Pysgoty is run by a husband and wife duo, who also own Jonah’s Fish Market, so you’re in safe hand to assume they know a lot about fish. The restaurant is on the harbour front in Aberystwyth, and it’s tiny, with just four tables inside, and a handful more outside when the weather allows. 16 people can eat inside, including four sat at the bar. As much of the food as possible is sourced locally, meaning the fish is incredibly fresh, bought off the boats in the harbour in front.
Inside, the restaurant is simple but pretty, with a blue and white colour scheme and cosy seating. The menu is small, but perfectly formed, much like the restaurant itself. It changes regularly, depending on the catch, and there’s a specials board for some extra options. The menu also has some mysterious codes next to some dishes. I’m told these codes refer to the number of the boat the fish was caught by. You can sit on the decking and look out into the harbour and spot the very boat that caught your dinner. It doesn’t get much more local than that.
To start, I went for prawn stuffed cabbage rolls. After chatting to the waiter, we discovered the chef, Pawel Banaszynski, is polish, and his influence on the menu really shows with this dish. The prawn filling was almost like a risotto, and the rolls made me think of arancini, except wrapped in cabbage. They were packed with flavoursome prawns, and were a delicious, comfort food starter.

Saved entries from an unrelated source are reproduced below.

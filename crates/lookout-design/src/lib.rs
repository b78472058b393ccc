//! Host-side design for the `lookout` observer runtime.
//!
//! (Crate documentation is written once the pipeline is assembled.)

pub mod design;
pub mod emit;
pub mod fixed_point;
pub mod model;
pub mod numerics;
pub mod replay;
pub mod runtime;

pub use design::{Design, DesignError, Warning, design_file, design_text};
pub use emit::{
    EmitOptions, Scalar, emit_file, emit_file_with, tables_source, tables_source_with, write_tables,
};
pub use numerics::chi_square::chi_square_limit;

Dave always orders Moules Mariniére when he sees it on a menu, and it’s one of his favourite things to eat. The mussels here were enormous. I’ve never seen such fat, juicy mussels anywhere, and they were rich with garlic and wine, and not a hint of the dreaded grittiness mussels can sometimes have. The accompanying organic bread was much appreciated for soaking up the delicious sauce too.
The best things are written in chalk, so I chose my main course from the Specials board. Local sea bass is pan-fried and served with chunky chips and hollaindaise sauce. The fish was huge, and meaty. I loved how simply the fish was cooked. No fuss, just allowing a truly stunning piece of fish to shine. The chips were incredible (I suspect triple cooked) with fluffy insides and crunchy outsides. The Hollaindaise was the best I’ve ever had; buttery and creamy with a little tanginess. Perfection.

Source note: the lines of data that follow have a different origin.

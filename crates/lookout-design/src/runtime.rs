//! The hand-off to the runtime for host code that wants a design's tables
//! at run time (a simulator, tests, a host-side controller): the runtime's
//! `const`-size tables, float or Q, built from [`Design::observer`] and, for
//! Q tables, from the design's one quantiser, so they equal the emitted
//! tables entry for entry and integer for integer.
//!
//! The sizes `N`, `M`, `P` may exceed the design's n, m, p: the extra
//! states, inputs and outputs are padded with zero rows and columns (and
//! scale exponent 0). A padded table runs the design exactly: the extra
//! states start at zero and stay there (their rows of every table are
//! zero), the extra inputs and outputs are multiplied by zero columns, and
//! for Q tables the row exponents do not change (zero entries add nothing
//! to a row sum).

use crate::design::{Design, GateDesign, ObserverForm};
use crate::fixed_point::handoff::{exps, fixed_gate, q_matrix};
use crate::fixed_point::{QForm, QTables};
use crate::model::FixedFormat;
use lookout::{
    CurrentTables, Fixed, FixedCurrentTables, FixedFusedTables, FixedOutputMap,
    FixedPredictorTables, FusedTables, GATE_STAGES, Gate, Matrix, Plant, PredictorTables, Real,
    Recovery, Scales,
};
use nalgebra::DMatrix;
use std::fmt;

/// Why the runtime's tables could not be built from a design.
#[derive(Debug, Clone, PartialEq)]
pub enum HandoffError {
    /// The design runs another form than the one asked for.
    Form {
        /// The form asked for.
        wanted: &'static str,
        /// The design's form.
        design: &'static str,
    },
    /// A table is larger than the const size asked for.
    Size {
        /// The table.
        table: &'static str,
        /// Its rows and columns in the design.
        design: (usize, usize),
        /// The rows and columns asked for.
        asked: (usize, usize),
    },
    /// An entry does not fit the scalar (f32 overflow).
    Scalar {
        /// The table.
        table: &'static str,
    },
    /// No Q tables in this format: the reason.
    Fixed(String),
}

impl fmt::Display for HandoffError {
    fn fmt(&self, f: &mut fmt::Formatter<'_>) -> fmt::Result {
        match self {
            Self::Form { wanted, design } => write!(
                f,
                "{wanted} tables asked for, but the design runs the {design} form"
            ),
            Self::Size {
                table,
                design,
                asked,
            } => write!(
                f,
                "table {table} is {}×{} in the design, larger than the {}×{} asked for",
                design.0, design.1, asked.0, asked.1
            ),
            Self::Scalar { table } => {
                write!(f, "an entry of table {table} does not fit the scalar")
            }
            Self::Fixed(why) => write!(f, "no Q tables: {why}"),
        }
    }
}

impl std::error::Error for HandoffError {}

fn form_name(form: &ObserverForm<'_>) -> &'static str {
    match form {
        ObserverForm::Predictor { .. } => "predictor",
        ObserverForm::Current { .. } => "current",
        ObserverForm::Fused => "fused (held)",
    }
}

fn fits(
    table: &'static str,
    shape: (usize, usize),
    r: usize,
    c: usize,
) -> Result<(), HandoffError> {
    if shape.0 > r || shape.1 > c {
        return Err(HandoffError::Size {
            table,
            design: shape,
            asked: (r, c),
        });
    }
    Ok(())
}

fn scalar<T: Real>(table: &'static str, v: f64) -> Result<T, HandoffError> {
    T::from(v)
        .filter(|t: &T| t.is_finite())
        .ok_or(HandoffError::Scalar { table })
}

/// `m` as a const-size float matrix, zero-padded.
fn padded<T: Real, const R: usize, const C: usize>(
    table: &'static str,
    m: &DMatrix<f64>,
) -> Result<Matrix<T, R, C>, HandoffError> {
    fits(table, m.shape(), R, C)?;
    let mut rows = [[T::zero(); C]; R];
    for (i, row) in rows.iter_mut().enumerate().take(m.nrows()) {
        for (j, v) in row.iter_mut().enumerate().take(m.ncols()) {
            *v = scalar(table, m[(i, j)])?;
        }
    }
    Ok(Matrix::from_rows(rows))
}

fn padded_list<T: Real, const K: usize>(
    table: &'static str,
    v: &[f64],
) -> Result<[T; K], HandoffError> {
    fits(table, (v.len(), 1), K, 1)?;
    let mut out = [T::zero(); K];
    for (o, &x) in out.iter_mut().zip(v) {
        *o = scalar(table, x)?;
    }
    Ok(out)
}

fn gate<T: Real, const P: usize>(
    g: Option<&GateDesign>,
) -> Result<Option<Gate<T, P>>, HandoffError> {
    let Some(g) = g else { return Ok(None) };
    let widened = g.recovery_limits();
    fits("recovery", (widened.len(), 1), GATE_STAGES, 1)?;
    let mut recovery = Recovery::none(T::zero());
    recovery.stages = u8::try_from(widened.len()).unwrap_or(0);
    recovery.per_miss = g.per_miss;
    for (slot, &[a, b]) in recovery.limits.iter_mut().zip(&widened) {
        *slot = [scalar("recovery", a)?, scalar("recovery", b)?];
    }
    Ok(Some(Gate {
        s_inv: padded("s_inv", &g.s_inv)?,
        limit: scalar("limit", g.limit)?,
        channel_inv_variance: padded_list("channel_inv_variance", &g.channel_inv_variance)?,
        channel_limit: scalar("channel_limit", g.channel_limit)?,
        recovery,
    }))
}

fn plant<T: Real, const N: usize, const M: usize, const P: usize>(
    d: &Design,
) -> Result<Plant<T, N, M, P>, HandoffError> {
    let p = d.observer().plant;
    Ok(Plant {
        a: padded("a", p.a)?,
        b: padded("b", p.b)?,
        c: padded("c", p.c)?,
        d: padded("d", p.d)?,
    })
}

/// The design's predictor tables in `T` (f32 or f64), zero-padded to
/// `N`, `M`, `P`; refused for another form.
pub fn predictor_tables<T: Real, const N: usize, const M: usize, const P: usize>(
    d: &Design,
) -> Result<PredictorTables<T, N, M, P>, HandoffError> {
    let o = d.observer();
    let ObserverForm::Predictor { l } = o.form else {
        return Err(HandoffError::Form {
            wanted: "predictor",
            design: form_name(&o.form),
        });
    };
    Ok(PredictorTables {
        plant: plant(d)?,
        l: padded("l", l)?,
        gate: gate(o.gate)?,
    })
}

/// The design's current-form tables in `T`, zero-padded; refused for
/// another form.
pub fn current_tables<T: Real, const N: usize, const M: usize, const P: usize>(
    d: &Design,
) -> Result<CurrentTables<T, N, M, P>, HandoffError> {
    let o = d.observer();
    let ObserverForm::Current { k } = o.form else {
        return Err(HandoffError::Form {
            wanted: "current",
            design: form_name(&o.form),
        });
    };
    Ok(CurrentTables {
        plant: plant(d)?,
        k: padded("k", k)?,
        gate: gate(o.gate)?,
    })
}

/// The design's fused tables in `T`, zero-padded (every design has them).
pub fn fused_tables<T: Real, const N: usize, const M: usize, const P: usize>(
    d: &Design,
) -> Result<FusedTables<T, N, M, P>, HandoffError> {
    let o = d.observer();
    Ok(FusedTables {
        f: padded("f", o.fused.f)?,
        g: padded("g", o.fused.g)?,
        h: padded("h", o.fused.h)?,
        c: padded("c", o.plant.c)?,
        d: padded("d", o.plant.d)?,
        gate: gate(o.gate)?,
    })
}

/// The design's Q tables in the format of `Q` (the design's own, or the
/// other format at the same scales).
fn q_tables<Q: Fixed>(d: &Design) -> Result<&QTables, HandoffError> {
    let format = if Q::FRAC == 15 {
        FixedFormat::Q15
    } else {
        FixedFormat::Q31
    };
    let fx = d
        .observer()
        .fixed
        .ok_or_else(|| HandoffError::Fixed("the model has no [fixed_point] section".to_string()))?;
    fx.tables_in(format).map_err(HandoffError::Fixed)
}

/// The integers `q` as a const-size Q matrix, zero-padded.
fn fixed_matrix<Q: Fixed, const R: usize, const C: usize>(
    table: &'static str,
    q: &DMatrix<i64>,
) -> Result<Matrix<Q, R, C>, HandoffError> {
    fits(table, q.shape(), R, C)?;
    Ok(q_matrix(q))
}

/// Exponents, zero-padded.
fn padded_exps<const R: usize>(table: &'static str, v: &[i8]) -> Result<[i8; R], HandoffError> {
    fits(table, (v.len(), 1), R, 1)?;
    Ok(exps(v))
}

fn q_parts<Q: Fixed, const N: usize, const M: usize, const P: usize>(
    q: &QTables,
) -> Result<(Scales<N, M, P>, FixedOutputMap<Q, N, M, P>), HandoffError> {
    let s = &q.scales;
    let [c, dd] = &q.output;
    Ok((
        Scales {
            state: padded_exps("state scales", &s.state)?,
            input: padded_exps("input scales", &s.input)?,
            output: padded_exps("output scales", &s.output)?,
        },
        FixedOutputMap {
            c: fixed_matrix("c", &c.q)?,
            d: fixed_matrix("d", &dd.q)?,
            exp: padded_exps("c", &c.exponents)?,
        },
    ))
}

fn q_gate<Q: Fixed, const P: usize>(
    q: &QTables,
) -> Result<Option<lookout::FixedGate<Q, P>>, HandoffError> {
    let Some(g) = &q.gate else { return Ok(None) };
    fits("s_inv", g.w.shape(), P, P)?;
    fixed_gate::<Q, P>(g)
        .map(Some)
        .map_err(|e| HandoffError::Fixed(e.to_string()))
}

/// The design's predictor tables in `Q` (Q15 or Q31), zero-padded.
pub fn fixed_predictor_tables<Q: Fixed, const N: usize, const M: usize, const P: usize>(
    d: &Design,
) -> Result<FixedPredictorTables<Q, N, M, P>, HandoffError> {
    let q = q_tables::<Q>(d)?;
    let QForm::Predictor { a, b, l } = &q.form else {
        return Err(HandoffError::Form {
            wanted: "predictor",
            design: form_name(&d.observer().form),
        });
    };
    let (scales, output) = q_parts(q)?;
    Ok(FixedPredictorTables {
        scales,
        a: fixed_matrix("a", &a.q)?,
        b: fixed_matrix("b", &b.q)?,
        l: fixed_matrix("l", &l.q)?,
        exp: padded_exps("a", &a.exponents)?,
        output,
        gate: q_gate(q)?,
    })
}

/// The design's current-form tables in `Q`, zero-padded.
pub fn fixed_current_tables<Q: Fixed, const N: usize, const M: usize, const P: usize>(
    d: &Design,
) -> Result<FixedCurrentTables<Q, N, M, P>, HandoffError> {
    let q = q_tables::<Q>(d)?;
    let QForm::Current { a, b, k } = &q.form else {
        return Err(HandoffError::Form {
            wanted: "current",
            design: form_name(&d.observer().form),
        });
    };
    let (scales, output) = q_parts(q)?;
    Ok(FixedCurrentTables {
        scales,
        a: fixed_matrix("a", &a.q)?,
        b: fixed_matrix("b", &b.q)?,
        exp: padded_exps("a", &a.exponents)?,
        k: fixed_matrix("k", &k.q)?,
        k_exp: padded_exps("k", &k.exponents)?,
        output,
        gate: q_gate(q)?,
    })
}

/// The design's fused tables in `Q`, zero-padded.
pub fn fixed_fused_tables<Q: Fixed, const N: usize, const M: usize, const P: usize>(
    d: &Design,
) -> Result<FixedFusedTables<Q, N, M, P>, HandoffError> {
    let q = q_tables::<Q>(d)?;
    let [f, g, h] = &q.fused;
    let (scales, output) = q_parts(q)?;
    Ok(FixedFusedTables {
        scales,
        f: fixed_matrix("f", &f.q)?,
        g: fixed_matrix("g", &g.q)?,
        h: fixed_matrix("h", &h.q)?,
        exp: padded_exps("f", &f.exponents)?,
        output,
        gate: q_gate(q)?,
    })
}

Dave chose the Crab papperdelle, which I’d been very tempted to order myself, so I couldn’t resist stealing a mouthful. The crab is local too, and there was lots of it. Crab is so often skimped on, but there was piles of it in the thick sauce, coating every inch of perfectly made papperdelle, which still had some bite to it. The crab was soft and sweet and utterly gorgeous.
I found a corner for a cheese board to finish the meal. Three kinds of welsh cheese, with crackers and chutney. The blue was the real stand out, but all of it was tasty, and well paired with the fruity, chunky chutney.

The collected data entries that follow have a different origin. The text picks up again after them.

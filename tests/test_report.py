"""The report: every section present, numbers equal to oc.csv and boundaries.csv (parsed
back from the HTML, not string-matched), exported tables, optional inputs, bad input."""

from __future__ import annotations

import hashlib
import json
import math
import re
import shutil
from pathlib import Path

import numpy as np
import pandas as pd
import pytest
from click.testing import CliRunner

from octrial.cli import main
from octrial.provenance import display_command
from octrial.reporting import formats, from_run_folder, render_html
from octrial.reporting.export import latex_escape
from octrial.reporting.render import SECTIONS
from octrial.reporting.tables import _generic_boundaries
from tests.helpers import DESIGNS, single_design_demos
from tests.report_pages import parse, section_ids, table_rows, text

DEMOS = single_design_demos()


def invoke(*args: str, env: dict[str, str] | None = None):
    result = CliRunner().invoke(main, list(args), env=env)
    return result


@pytest.fixture(scope="module")
def runs(tmp_path_factory) -> dict[str, Path]:
    """Each demo design run with 'octrial run' and reported from its folder."""
    folders = {}
    for design in DEMOS:
        folder = tmp_path_factory.mktemp(design.stem)
        result = invoke("run", str(design), "--out", str(folder), "--quiet")
        assert result.exit_code == 0, result.output
        result = invoke("report", str(folder), "--quiet")
        assert result.exit_code == 0, result.output
        folders[design.stem] = folder
    return folders


def read_oc(folder: Path) -> pd.DataFrame:
    return pd.read_csv(folder / "oc.csv")


def assert_shown_equals(cell, value: float, kind: str) -> None:
    """The cell's number equals ``value`` exactly and its text is ``value`` rounded."""
    assert cell.value == value
    if kind == "probability" and cell.text == "<0.0001":
        assert 0 < value < 1e-4
    elif kind == "probability" and cell.text == ">0.9999":
        assert 1 - 1e-4 < value < 1
    else:
        assert abs(formats.parse(cell.text) - value) <= formats.TOLERANCE[kind] + 1e-12, (
            cell.text, value)


@pytest.mark.parametrize("demo", [d.stem for d in DEMOS])
def test_page_parses_strictly_and_has_every_section(runs, demo) -> None:
    page = parse(runs[demo] / "report.html")
    assert section_ids(page) == [s for s, _ in SECTIONS]
    for section in page.findall(".//main/section"):
        assert section.find("h2") is not None
    body = text(page)
    assert "do not replace" in body and "regulatory agency" in body
    assert "Assumptions every number depends on" in body
    assert len(page.findall(".//ol[@class='assumptions']/li")) >= 6
    # Self-contained: no external stylesheet, script or image.
    assert page.findall(".//link") == [] and page.findall(".//script") == []
    assert all(img.get("src").startswith("data:image/") for img in page.findall(".//img"))
    assert len(page.findall(".//img")) >= 3


OC_KINDS = {"prob_success": "probability", "prob_success_se": "probability",
            "prob_stop_efficacy": "probability", "prob_stop_futility": "probability",
            "expected_n": "size", "expected_n_se": "size", "sd_n": "size", "scenario": "count"}


@pytest.mark.parametrize("demo", [d.stem for d in DEMOS])
def test_oc_tables_equal_oc_csv(runs, demo) -> None:
    oc = read_oc(runs[demo])
    page = parse(runs[demo] / "report.html")
    main_rows = table_rows(page, "operating-characteristics")
    look_rows = table_rows(page, "stopping-by-look")
    assert len(main_rows) == len(look_rows) == len(oc)
    looks = [c for c in oc.columns if re.fullmatch(r"look\d+_stop_(efficacy|futility)", c)]
    truths = [c for c in oc.columns if c.startswith("true_")]
    assert set(looks) <= set(look_rows[0].cells)
    for (_, expected), shown, by_look in zip(oc.iterrows(), main_rows, look_rows, strict=True):
        for key, kind in OC_KINDS.items():
            if key in shown.cells:
                assert_shown_equals(shown.cells[key], float(expected[key]), kind)
        for key in truths:
            assert shown.cells[key].value == expected[key] == by_look.cells[key].value
        for key in looks:
            assert_shown_equals(by_look.cells[key], float(expected[key]), "probability")
        assert ("null" in shown.classes) == bool(expected["is_null"])
        assert (shown.cells["null"].text == "H0") == bool(expected["is_null"])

Dave went more classic and ordered the Brownie. It was gooey and incredibly rich, with a luxe chocolate sauce. The mouthful I tried was decadent and chocolatey. The ice cream was light in comparison, cutting through the richness.
We were so impressed by Pysgoty. High quality ingredients, prepared with love and served with a service level I’d expect in a fine dining establishment, not a tiny 16 cover restaurant in a small town in Wales. If you find yourself Abersytwyth way, you must go. You won’t regret it.